## Task instructions
Return each line of the listing that follows in which the string "crate" can be found.

## Provided records

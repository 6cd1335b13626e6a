//! Whether the pose of a figure is known.

use super::Standing;
use crate::finding::{Code, Finding, Severity};
use crate::rig::RotorId;
use crate::show::Land;

pub(super) fn check(standing: &Standing) -> Option<Finding> {
    let Standing { cue, speeds, rig } = standing;
    let without = RotorId::BOTH
        .into_iter()
        .find(|id| rig.rotor(*id).index.is_none());
    let place = cue.land_place.unwrap_or(cue.figure_place);
    if let (Land::Angle(_), Some(id)) = (&cue.land, without) {
        let message = format!(
            "`land` with an angle needs an index on both rotors, rotor {} has none",
            id.name()
        );
        return Some(
            Finding::new(Code::PoseOpen, place, message)
                .severity(Severity::Error)
                .also(rig.rotor(id).place, "the rotor without an index")
                .help("`land free`, or an `index at` angle in the rig, would pass"),
        );
    }
    if speeds.pose.is_some() {
        return None;
    }
    let why = match without {
        Some(id) => format!("rotor {} has no index", id.name()),
        None => "`land free`".to_owned(),
    };
    Some(Finding::new(
        Code::PoseOpen,
        place,
        format!("the pose of the figure is left free: {why}"),
    ))
}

## Worked solution
use crate::finding::{Code, Finding, Severity};
use crate::rig::RotorId;
use crate::show::Land;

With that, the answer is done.